Vibration plays an extremely important part in the everyday lives of everyone by way of normal thinking processes and states of being. Thought’s, emotions, desires, temperament indeed any mental state of Mind or being are all ultimately degrees and aspects of Energy as vibration, as of course is thought itself. This is just one reason why in the collective plane of the human Mind thoughts can, often unwittingly or even intentionally be projected, and can affect other people by the process of induction. These are major factors in so called “paranormal phenomena” which people recognise as “telepathy” and other forms of Mind power. It is also the reason why a persons “mood” can affect those around that person, a “mood” simply being an energetic state of vibration. 

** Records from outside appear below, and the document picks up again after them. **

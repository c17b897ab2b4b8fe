"""The layering rules of CONVENTIONS.md ("Imports run one way"), checked on the source with ast."""
from __future__ import annotations

import ast
import re
from pathlib import Path

import pytest

ROOT = Path(__file__).resolve().parents[1]
SOURCES = sorted(p for pkg in ("thermo", "lapdata") for p in (ROOT / pkg).rglob("*.py"))
BRAKE_WORDS = ("disc", "pad", "piston", "caliper", "fluid", "bearing", "brake")


def module_of(path: Path) -> str:
    return ".".join(path.relative_to(ROOT).with_suffix("").parts).removesuffix(".__init__")


def import_statements(path: Path):
    """(base module, [imported names]) of every import anywhere in the file (also inside functions);
    relative imports resolved. ``import a.b`` gives ("a.b", []); ``from a import b, c`` ("a", ["b", "c"])."""
    tree = ast.parse(path.read_text(encoding="utf-8"))
    package = module_of(path) if path.name == "__init__.py" else module_of(path).rpartition(".")[0]
    for node in ast.walk(tree):
        if isinstance(node, ast.Import):
            for alias in node.names:
                yield alias.name, []
        elif isinstance(node, ast.ImportFrom):
            base = node.module or ""
            if node.level:
                parts = package.split(".")
                base = ".".join(parts[: len(parts) - node.level + 1] + ([base] if base else []))
            yield base, [alias.name for alias in node.names]


def imported(path: Path) -> set[str]:
    """Absolute names of every module imported anywhere in the file (also inside functions)."""
    names = set()
    for base, members in import_statements(path):
        names.add(base)
        names.update(f"{base}.{m}" for m in members)
    return names


def files_in(*packages: str) -> list[Path]:
    return [p for p in SOURCES if any(under(module_of(p), pkg) for pkg in packages)]


def under(name: str, package: str) -> bool:
    return name == package or name.startswith(package + ".")


def test_sources_found():
    assert len(files_in("lapdata")) >= 5 and len(files_in("thermo.network")) >= 3 and len(files_in("thermo.solver")) >= 3


@pytest.mark.parametrize("path", files_in("lapdata"), ids=lambda p: p.name)
def test_lapdata_never_imports_thermo(path):
    assert not [n for n in imported(path) if under(n, "thermo")]


GENERIC_FORBIDDEN = ("thermo.corner", "thermo.duty", "thermo.scenario", "thermo.chain", "thermo.cli", "thermo.output")


@pytest.mark.parametrize("path", files_in("thermo.network", "thermo.solver"), ids=lambda p: p.name)
def test_generic_layers_know_nothing_of_brakes(path):
    bad = [n for n in imported(path) if any(under(n, f) for f in GENERIC_FORBIDDEN)]
    assert not bad, bad
    tree = ast.parse(path.read_text(encoding="utf-8"))
    identifiers = set()
    for node in ast.walk(tree):
        if isinstance(node, ast.Name):
            identifiers.add(node.id)
        elif isinstance(node, ast.Attribute):
            identifiers.add(node.attr)
        elif isinstance(node, (ast.FunctionDef, ast.AsyncFunctionDef, ast.ClassDef)):
            identifiers.add(node.name)
        elif isinstance(node, ast.arg):
            identifiers.add(node.arg)
        elif isinstance(node, ast.alias):
            identifiers.add(node.asname or node.name)
    pattern = re.compile("|".join(BRAKE_WORDS), re.IGNORECASE)
    assert not sorted(i for i in identifiers if pattern.search(i))


OUTPUT_MAY_IMPORT = ("thermo", "thermo.results", "thermo.errors", "lapdata.units", "lapdata.echo", "lapdata.lazy")


@pytest.mark.parametrize("path", files_in("thermo.output"), ids=lambda p: p.name)
def test_output_reads_results_only(path):
    """The output layer reads results and never runs a model (CONVENTIONS.md, "The shape of the
    house"): of brakeheat's own modules it imports only these, its own, and never pyplot."""
    bases = {base for base, _ in import_statements(path)}
    ours = [b for b in bases if b.split(".")[0] in ("thermo", "lapdata")]
    assert not [b for b in ours if b not in OUTPUT_MAY_IMPORT and not under(b, "thermo.output")]
    assert "matplotlib.pyplot" not in bases


def test_the_output_rule_sees_the_results_import():
    assert any("thermo.results" in {b for b, _ in import_statements(p)} for p in files_in("thermo.output"))


def _prints_or_exits(path: Path) -> list[str]:
    found = []
    for node in ast.walk(ast.parse(path.read_text(encoding="utf-8"))):
        if isinstance(node, ast.Call):
            f = node.func
            if isinstance(f, ast.Name) and f.id in ("print", "exit", "quit"):
                found.append(f"{f.id}() line {node.lineno}")
            elif isinstance(f, ast.Attribute) and f.attr == "exit" and isinstance(f.value, ast.Name) and f.value.id in ("sys", "os"):
                found.append(f"{f.value.id}.exit() line {node.lineno}")
    return found


@pytest.mark.parametrize("path", [p for p in SOURCES if not under(module_of(p), "thermo.cli")
                                  and module_of(p) not in ("thermo.bench", "thermo.validate")], ids=lambda p: str(p.relative_to(ROOT)))
def test_only_the_cli_prints_or_exits(path):
    assert not _prints_or_exits(path)


def test_the_print_check_can_fail(tmp_path):
    sample = tmp_path / "x.py"
    sample.write_text("import sys\ndef f():\n    print('x')\n    sys.exit(1)\n", encoding="utf-8")
    assert _prints_or_exits(sample) == ["print() line 3", "sys.exit() line 4"]
    assert under("thermo.corner.build", "thermo.corner") and not under("thermo.cornerstone", "thermo.corner")


@pytest.mark.parametrize("path", SOURCES, ids=lambda p: str(p.relative_to(ROOT)))
def test_files_stay_under_600_lines(path):
    assert len(path.read_text(encoding="utf-8").splitlines()) < 600


@pytest.mark.parametrize("path", files_in("thermo.studies"), ids=lambda p: p.name)
def test_studies_are_library_code_below_the_command_line(path):
    # compare, settle and the lap summary live in the library; the command line is a thin layer over them
    assert not [n for n in imported(path) if under(n, "thermo.cli")]
    assert not _prints_or_exits(path)


@pytest.mark.parametrize("path", files_in("thermo.network", "thermo.solver"), ids=lambda p: p.name)
def test_generic_layers_never_import_the_brake_results(path):
    # the energy balance of a solve is generic (thermo.network.energy); results.py is the brake level
    assert "thermo.results" not in imported(path)


def _module_edges(path: Path, modules: set[str]) -> set[str]:
    """Modules of the project that a file imports (anywhere in it); ``from pkg import submodule``
    counts as an import of the submodule only."""
    name = module_of(path)
    found = set()
    for base, members in import_statements(path):
        subs = [f"{base}.{m}" for m in members if f"{base}.{m}" in modules]
        found.update(subs)
        if not members or len(subs) < len(members):
            found.add(base)
    edges = set()
    for imported_name in found:
        parts = imported_name.split(".")
        for k in range(len(parts), 0, -1):
            candidate = ".".join(parts[:k])
            if candidate in modules:
                if candidate != name:
                    edges.add(candidate)
                break
    return edges


def test_the_import_graph_has_no_loops():
    # imports inside functions count too: a loop hidden that way is still a loop
    modules = {module_of(p): p for p in SOURCES}
    graph = {name: _module_edges(path, set(modules)) for name, path in modules.items()}
    state: dict[str, int] = {}

    def visit(node, trail):
        state[node] = 1
        for nxt in sorted(graph[node]):
            if state.get(nxt) == 1:
                raise AssertionError("import loop: " + " -> ".join(trail[trail.index(nxt):] + [nxt]))
            if nxt not in state:
                visit(nxt, trail + [nxt])
        state[node] = 2

    for start in sorted(graph):
        if start not in state:
            visit(start, [start])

It is a most important fact that every single thought, every single state of Mind and every single emotion is each characterised by its own unique vibration. In the physical world of matter these vibrations and “thought forms” are not readily apparent to the physical senses, however as we will see later in this book, in the infinitely finer degrees of the Astral worlds and beyond, thoughts and thought forms can actually be seen to be instantly created and projected, and which thought forms will persist in accordance with the level of Energy with which they were originally projected. 

Those who understand these laws of vibration and mentalism can exercise a high degree of control over their own individual thought processes, thus gaining a high level of control over their own states of Mind, moods and emotions. In the same way, a person who is well practiced in these disciplines can also affect the Minds of others by applying the same laws; very often people do this without even realising it. On the Mental plane therefore, and in particular on the plane of the human Mind, people produce thought Energy, vibrations which can effect themselves and the people around them either unintentionally or at will. It should be pointed out that conscious and effective use of these abilities can usually only be acquired by the means of dedication and practice over some period of time, although there are a very few people in existence who can command these powers as a natural ability, often from birth. 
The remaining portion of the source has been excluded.